Instructions for the task
Begin at the line containing "files in and" in the entries below and end at the line containing "from labdata.intake import services"; transcribe that range exactly and nothing outside it.

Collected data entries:
-=-=-

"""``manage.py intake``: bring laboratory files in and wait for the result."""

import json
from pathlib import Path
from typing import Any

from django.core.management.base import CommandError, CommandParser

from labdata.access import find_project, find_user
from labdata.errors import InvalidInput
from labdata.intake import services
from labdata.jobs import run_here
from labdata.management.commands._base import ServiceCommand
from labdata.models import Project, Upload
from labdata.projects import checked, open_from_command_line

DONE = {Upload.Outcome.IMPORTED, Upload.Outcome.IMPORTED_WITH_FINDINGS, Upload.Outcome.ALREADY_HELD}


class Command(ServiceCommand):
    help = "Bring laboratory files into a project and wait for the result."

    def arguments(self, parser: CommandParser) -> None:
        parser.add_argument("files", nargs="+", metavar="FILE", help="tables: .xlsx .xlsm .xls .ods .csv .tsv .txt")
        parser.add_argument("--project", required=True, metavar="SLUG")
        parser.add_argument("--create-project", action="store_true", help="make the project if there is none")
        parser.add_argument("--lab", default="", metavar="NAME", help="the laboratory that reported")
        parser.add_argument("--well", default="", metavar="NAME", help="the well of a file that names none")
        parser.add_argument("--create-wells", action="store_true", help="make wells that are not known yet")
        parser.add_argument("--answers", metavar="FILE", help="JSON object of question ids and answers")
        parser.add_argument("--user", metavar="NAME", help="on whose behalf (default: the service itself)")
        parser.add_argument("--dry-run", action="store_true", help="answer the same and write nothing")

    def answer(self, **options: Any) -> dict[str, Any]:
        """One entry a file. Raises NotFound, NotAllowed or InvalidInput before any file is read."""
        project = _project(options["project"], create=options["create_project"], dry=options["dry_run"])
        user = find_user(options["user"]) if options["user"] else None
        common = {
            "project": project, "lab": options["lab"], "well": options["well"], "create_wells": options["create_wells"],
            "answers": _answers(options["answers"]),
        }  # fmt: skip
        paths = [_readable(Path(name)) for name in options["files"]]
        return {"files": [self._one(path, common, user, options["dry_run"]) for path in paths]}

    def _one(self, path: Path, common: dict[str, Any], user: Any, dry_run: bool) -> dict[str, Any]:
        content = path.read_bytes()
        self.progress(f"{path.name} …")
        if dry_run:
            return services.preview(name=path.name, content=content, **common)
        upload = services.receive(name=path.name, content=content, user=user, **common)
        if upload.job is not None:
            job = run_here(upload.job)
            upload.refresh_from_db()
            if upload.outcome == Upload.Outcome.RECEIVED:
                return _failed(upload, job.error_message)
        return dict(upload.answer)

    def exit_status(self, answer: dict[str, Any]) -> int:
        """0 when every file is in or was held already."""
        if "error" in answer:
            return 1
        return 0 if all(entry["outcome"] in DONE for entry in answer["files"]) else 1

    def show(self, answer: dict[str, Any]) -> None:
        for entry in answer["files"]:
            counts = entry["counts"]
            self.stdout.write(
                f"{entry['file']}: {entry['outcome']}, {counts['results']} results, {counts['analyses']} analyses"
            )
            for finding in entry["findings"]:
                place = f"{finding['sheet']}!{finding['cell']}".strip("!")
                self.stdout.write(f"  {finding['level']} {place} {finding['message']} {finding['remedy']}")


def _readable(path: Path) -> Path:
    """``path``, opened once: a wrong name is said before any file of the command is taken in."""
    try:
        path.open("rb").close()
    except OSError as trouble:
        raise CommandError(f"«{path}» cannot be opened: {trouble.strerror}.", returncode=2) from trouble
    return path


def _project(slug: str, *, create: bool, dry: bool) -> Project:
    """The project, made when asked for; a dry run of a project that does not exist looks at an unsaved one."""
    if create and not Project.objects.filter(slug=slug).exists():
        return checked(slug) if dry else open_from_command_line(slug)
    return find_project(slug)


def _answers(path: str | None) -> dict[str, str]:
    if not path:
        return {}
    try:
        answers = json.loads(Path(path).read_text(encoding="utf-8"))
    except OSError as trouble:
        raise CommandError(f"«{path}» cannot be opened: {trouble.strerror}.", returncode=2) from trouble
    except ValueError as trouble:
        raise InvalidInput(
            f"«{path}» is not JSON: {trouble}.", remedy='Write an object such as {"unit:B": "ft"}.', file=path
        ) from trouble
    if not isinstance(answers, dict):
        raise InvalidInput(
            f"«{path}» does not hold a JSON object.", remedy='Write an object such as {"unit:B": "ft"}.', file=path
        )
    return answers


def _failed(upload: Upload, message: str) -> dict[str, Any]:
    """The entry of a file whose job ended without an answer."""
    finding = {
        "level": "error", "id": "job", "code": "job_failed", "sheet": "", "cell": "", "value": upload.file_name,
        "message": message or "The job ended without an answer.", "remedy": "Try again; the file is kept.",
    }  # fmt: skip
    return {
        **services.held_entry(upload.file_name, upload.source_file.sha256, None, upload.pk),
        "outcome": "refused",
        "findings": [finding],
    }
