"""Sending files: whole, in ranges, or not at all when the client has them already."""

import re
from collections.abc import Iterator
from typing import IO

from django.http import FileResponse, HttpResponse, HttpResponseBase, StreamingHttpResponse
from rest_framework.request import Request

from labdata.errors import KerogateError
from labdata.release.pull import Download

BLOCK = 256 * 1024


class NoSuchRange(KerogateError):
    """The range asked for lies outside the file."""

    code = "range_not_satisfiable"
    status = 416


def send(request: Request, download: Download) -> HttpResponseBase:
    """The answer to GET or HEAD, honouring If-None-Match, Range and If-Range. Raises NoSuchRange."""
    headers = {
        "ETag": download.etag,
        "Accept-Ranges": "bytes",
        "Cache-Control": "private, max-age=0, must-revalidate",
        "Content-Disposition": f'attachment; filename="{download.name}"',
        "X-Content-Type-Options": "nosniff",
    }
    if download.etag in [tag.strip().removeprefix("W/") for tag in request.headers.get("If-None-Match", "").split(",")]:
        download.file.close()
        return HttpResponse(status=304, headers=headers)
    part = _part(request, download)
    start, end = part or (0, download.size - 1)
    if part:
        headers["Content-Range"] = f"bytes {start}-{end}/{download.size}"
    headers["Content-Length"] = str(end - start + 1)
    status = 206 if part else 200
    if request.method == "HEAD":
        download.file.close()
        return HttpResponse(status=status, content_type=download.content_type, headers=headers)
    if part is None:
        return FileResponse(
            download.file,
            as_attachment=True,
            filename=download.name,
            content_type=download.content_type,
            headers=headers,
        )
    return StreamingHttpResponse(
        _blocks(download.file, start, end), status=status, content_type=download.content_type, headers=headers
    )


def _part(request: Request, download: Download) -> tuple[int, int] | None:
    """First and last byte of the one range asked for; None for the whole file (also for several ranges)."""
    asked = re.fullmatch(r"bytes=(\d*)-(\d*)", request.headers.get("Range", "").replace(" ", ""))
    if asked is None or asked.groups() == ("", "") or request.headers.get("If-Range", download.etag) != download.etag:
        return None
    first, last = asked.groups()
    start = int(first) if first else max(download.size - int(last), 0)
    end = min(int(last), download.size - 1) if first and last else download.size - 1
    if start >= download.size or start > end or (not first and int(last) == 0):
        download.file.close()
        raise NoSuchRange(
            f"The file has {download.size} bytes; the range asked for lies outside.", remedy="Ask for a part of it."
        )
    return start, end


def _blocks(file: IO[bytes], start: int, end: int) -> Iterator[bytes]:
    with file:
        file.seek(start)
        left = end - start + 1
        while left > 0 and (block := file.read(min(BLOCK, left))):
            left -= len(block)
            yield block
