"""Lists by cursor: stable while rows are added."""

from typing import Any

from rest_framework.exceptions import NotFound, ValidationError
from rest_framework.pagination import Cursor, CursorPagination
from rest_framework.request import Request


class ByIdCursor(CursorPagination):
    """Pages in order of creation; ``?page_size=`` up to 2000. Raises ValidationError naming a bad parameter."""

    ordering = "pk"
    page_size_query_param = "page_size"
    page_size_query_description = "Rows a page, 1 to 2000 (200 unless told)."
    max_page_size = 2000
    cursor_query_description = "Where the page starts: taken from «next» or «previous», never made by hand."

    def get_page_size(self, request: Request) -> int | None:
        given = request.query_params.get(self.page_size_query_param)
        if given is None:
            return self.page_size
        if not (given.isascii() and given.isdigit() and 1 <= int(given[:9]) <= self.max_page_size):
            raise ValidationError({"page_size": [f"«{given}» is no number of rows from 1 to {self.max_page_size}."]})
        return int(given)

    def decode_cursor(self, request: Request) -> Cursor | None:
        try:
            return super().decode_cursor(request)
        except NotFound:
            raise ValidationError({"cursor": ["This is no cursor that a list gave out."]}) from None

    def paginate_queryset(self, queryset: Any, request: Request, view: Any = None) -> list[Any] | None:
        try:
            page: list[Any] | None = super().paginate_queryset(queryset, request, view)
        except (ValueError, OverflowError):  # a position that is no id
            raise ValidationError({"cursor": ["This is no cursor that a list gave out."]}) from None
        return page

-=-=-

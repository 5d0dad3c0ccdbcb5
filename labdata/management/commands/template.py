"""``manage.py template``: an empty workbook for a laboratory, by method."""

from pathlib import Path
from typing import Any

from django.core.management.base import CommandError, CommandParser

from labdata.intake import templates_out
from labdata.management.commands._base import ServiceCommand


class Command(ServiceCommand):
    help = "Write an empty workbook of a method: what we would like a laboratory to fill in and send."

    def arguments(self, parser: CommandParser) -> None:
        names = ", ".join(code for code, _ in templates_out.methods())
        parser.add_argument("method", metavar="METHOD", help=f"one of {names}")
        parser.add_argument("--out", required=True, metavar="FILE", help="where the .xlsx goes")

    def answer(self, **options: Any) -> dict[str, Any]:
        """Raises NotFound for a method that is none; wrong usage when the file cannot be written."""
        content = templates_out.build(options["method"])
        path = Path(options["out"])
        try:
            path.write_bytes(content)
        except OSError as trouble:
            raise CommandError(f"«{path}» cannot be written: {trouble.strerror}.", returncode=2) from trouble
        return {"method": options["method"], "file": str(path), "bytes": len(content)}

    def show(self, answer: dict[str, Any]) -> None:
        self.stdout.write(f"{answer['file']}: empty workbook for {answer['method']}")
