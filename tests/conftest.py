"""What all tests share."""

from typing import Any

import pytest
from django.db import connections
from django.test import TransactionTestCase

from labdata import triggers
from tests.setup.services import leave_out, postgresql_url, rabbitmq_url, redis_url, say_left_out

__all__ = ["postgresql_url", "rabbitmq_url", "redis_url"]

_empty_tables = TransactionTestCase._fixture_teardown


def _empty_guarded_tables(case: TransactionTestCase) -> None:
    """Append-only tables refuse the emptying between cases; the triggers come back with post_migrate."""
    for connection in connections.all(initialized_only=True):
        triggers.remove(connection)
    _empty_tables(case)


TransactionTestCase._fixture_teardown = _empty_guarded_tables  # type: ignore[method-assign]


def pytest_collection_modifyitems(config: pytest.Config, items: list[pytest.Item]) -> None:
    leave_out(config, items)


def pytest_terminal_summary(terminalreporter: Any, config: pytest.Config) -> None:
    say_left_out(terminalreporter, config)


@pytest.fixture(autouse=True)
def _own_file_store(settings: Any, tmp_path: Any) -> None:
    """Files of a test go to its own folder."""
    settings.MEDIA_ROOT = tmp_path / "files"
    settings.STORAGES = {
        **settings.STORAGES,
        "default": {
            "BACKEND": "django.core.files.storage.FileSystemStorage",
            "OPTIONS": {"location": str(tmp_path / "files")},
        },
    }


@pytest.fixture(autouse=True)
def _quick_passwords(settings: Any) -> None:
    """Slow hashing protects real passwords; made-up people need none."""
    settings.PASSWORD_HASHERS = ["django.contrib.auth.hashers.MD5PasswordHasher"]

-=-=-

Exercise solution
"""``manage.py intake``: bring laboratory files in and wait for the result."""

import json
from pathlib import Path
from typing import Any

from django.core.management.base import CommandError, CommandParser

from labdata.access import find_project, find_user
from labdata.errors import InvalidInput
from labdata.intake import services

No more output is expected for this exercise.